United piled on the pressure and brought in quality players off the bench. Ian Harkes entered the fray and had a steadying influence in midfield. Lloyd Sam brought fresh legs to the attack. Buescher remained the danger man, firing off a couple of blocked shots and incisive passes.
Christos managed one strong counterattack in the 69th minute, spraying the ball wide to 30-year-old fitness specialist Brian Graham. The winger played it into pesky attacker and sales representative Elton Joe, who collided with Worra. While Worra stayed down, United defender Jalen Robinson got a yellow card for shoving Joe, and Christos’ Levi Houapeu saw yellow as one of several Christos players to run to their teammate’s defense.
That play started the best spell for Christos in the second half, but after 80 minutes of challenging every United attacker, Christos finally lapsed on defense. Sam took advantage, sliding through the defense and finishing for the 2-1 lead.
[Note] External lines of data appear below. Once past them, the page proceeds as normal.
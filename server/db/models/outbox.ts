import { DataTypes, Model, type InferAttributes, type InferCreationAttributes } from 'sequelize';
import type { CreationOptional, Sequelize } from 'sequelize';

/** Something slow or outside to be done, written in the transaction of its cause. */
export class Outbox extends Model<InferAttributes<Outbox>, InferCreationAttributes<Outbox>> {
  declare id: string;
  declare kind: string;
  declare onceKey: string | null;
  declare caseId: string | null;
  /** JSON text. */
  declare payload: string;
  declare createdAt: Date;
  declare dueAt: Date;
  declare claimedUntil: CreationOptional<Date | null>;
  declare attempts: CreationOptional<number>;
  declare doneAt: CreationOptional<Date | null>;
  declare failedAt: CreationOptional<Date | null>;
  /** A code, never personal data. */
  declare lastError: CreationOptional<string | null>;

  static register(sequelize: Sequelize): void {
    Outbox.init(
      {
        id: { type: DataTypes.UUID, primaryKey: true },
        kind: { type: DataTypes.STRING(30), allowNull: false },
        onceKey: { type: DataTypes.STRING(120), allowNull: true },
        caseId: { type: DataTypes.UUID, allowNull: true },
        payload: { type: DataTypes.TEXT('medium'), allowNull: false },
        createdAt: { type: DataTypes.DATE(3), allowNull: false },
        dueAt: { type: DataTypes.DATE(3), allowNull: false },
        claimedUntil: { type: DataTypes.DATE(3), allowNull: true },
        attempts: { type: DataTypes.SMALLINT.UNSIGNED, allowNull: false, defaultValue: 0 },
        doneAt: { type: DataTypes.DATE(3), allowNull: true },
        failedAt: { type: DataTypes.DATE(3), allowNull: true },
        lastError: { type: DataTypes.STRING(240), allowNull: true },
      },
      { sequelize, tableName: 'outbox' },
    );
  }
}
Christos used its last sub to bring on Baltimore Celtic youth Geaton Caltabiano for the ailing Kansaye and putting him up front. United countered by bringing Ike Opare into the defense, replacing Bobby Boswell after the veteran went down.
But Sam set up Buescher for a clinching goal late. They pressed hard for a fourth goal in the 90th minute and had several shots blocked by Saunders and determined Christos defenders.
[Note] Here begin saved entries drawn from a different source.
/** Which part of the plant a state belongs to, in words. */
function stateName(plant: Case, column: Column, state: number): string {
  const { layout } = column;
  const parts = (r: number): string => {
    const { components } = layout;
    const substance = (k: number): string => (k === 0 ? plant.solvent.name : plant.solutes[k - 1].name);
    if (r < components) return `${substance(r)} in the liquid`;
    if (r === components) return 'liquid temperature';
    if (r < 2 * components + 1) return `${substance(r - components - 1)} in the gas`;
    return 'gas temperature';
  };
  for (const chain of layout.chains) {
    const local = state - chain.first;
    if (local >= 0 && local < chain.cells * layout.block) {
      const cell = Math.floor(local / layout.block);
      return `bed ${chain.bed + 1}, segment ${cell + 1} of ${chain.cells} from the top, ${parts(local % layout.block)}`;
    }
  }
  const within = (at: number): boolean => state >= at && state <= at + layout.components;
  const vessel = layout.vessel.findIndex(within);
  if (vessel >= 0) return vessel === 0 ? 'distributor' : `redistributor above bed ${vessel + 1}`;
  if (within(layout.sump)) return 'sump';
  const controller = layout.controllers.indexOf(state);
  if (controller >= 0) return `controller ${plant.controllers[controller].tag}`;
  const instrument = layout.instruments.indexOf(state);
  if (instrument >= 0) return `instrument ${plant.instruments[instrument].tag}`;
  if (layout.pressureDrop.includes(state)) return 'pressure drop';
  if (state === layout.gasFlow) return 'gas flow';
  if (layout.pumpSpeed.includes(state)) return 'pump speed';
  return state >= layout.accumulatorFirst ? 'balance of the boundary' : 'plant around the bed';
}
After Christos pressed at the other end, United countered, and Buescher dinked the ball back for Harkes to score a fourth. The announced four minutes of stoppage time weren’t over, but the referee halted proceedings at that point, like a UFC ref declaring a TKO.
For D.C. United, they have been competing in the Open Cup since winning it in the club’s inaugural season in 1996. In 49 games, United has only hit the four-goal mark one other time, and that came in a Second Round match against the Charleston Battery in 2000.
Christos players, though, took a lap of honor, saluting fans in all corners of the crowd of 5,286. That announced attendance was, by far, the biggest crowd to witness a US Open Cup game at that venue.
“Baltimore is such a big soccer town, but you rarely get anyone out on a Sunday afternoon. We hosted a national tournament and had 4-500 people, maybe,” Bugarin said.
Olsen didn’t mind that many of the fans in an alleged United home game were cheering for the underdog.
“Nah, it was great out there,” Olsen said with a relieved smile. “And I think the guys prefer it over playing some out-of-town team. Great supporters bring life.”
The final stats were predictably lopsided. United outshot Christos 30-7 and outpassed Christos 556-194, according to Opta.
But one stat stood out: Officially, Christos blocked nine shots.
“That’s Baltimore,” said Cody Albrecht, a defender and former D.C. United Academy player who has to be back at work at Northrop Grumman at 7:30 a.m. “We go hard for each other. Blocking shots, making tackles, doing the extra plays — that’s what make Baltimore teams Baltimore teams. I think that’s why we stayed in the game so long.”
Olsen was suitably impressed.
“I’m assuming as we grow as a soccer country that this is going to happen more and more. Better quality amateurs who can make this type of run. That’s what great about the Open Cup.”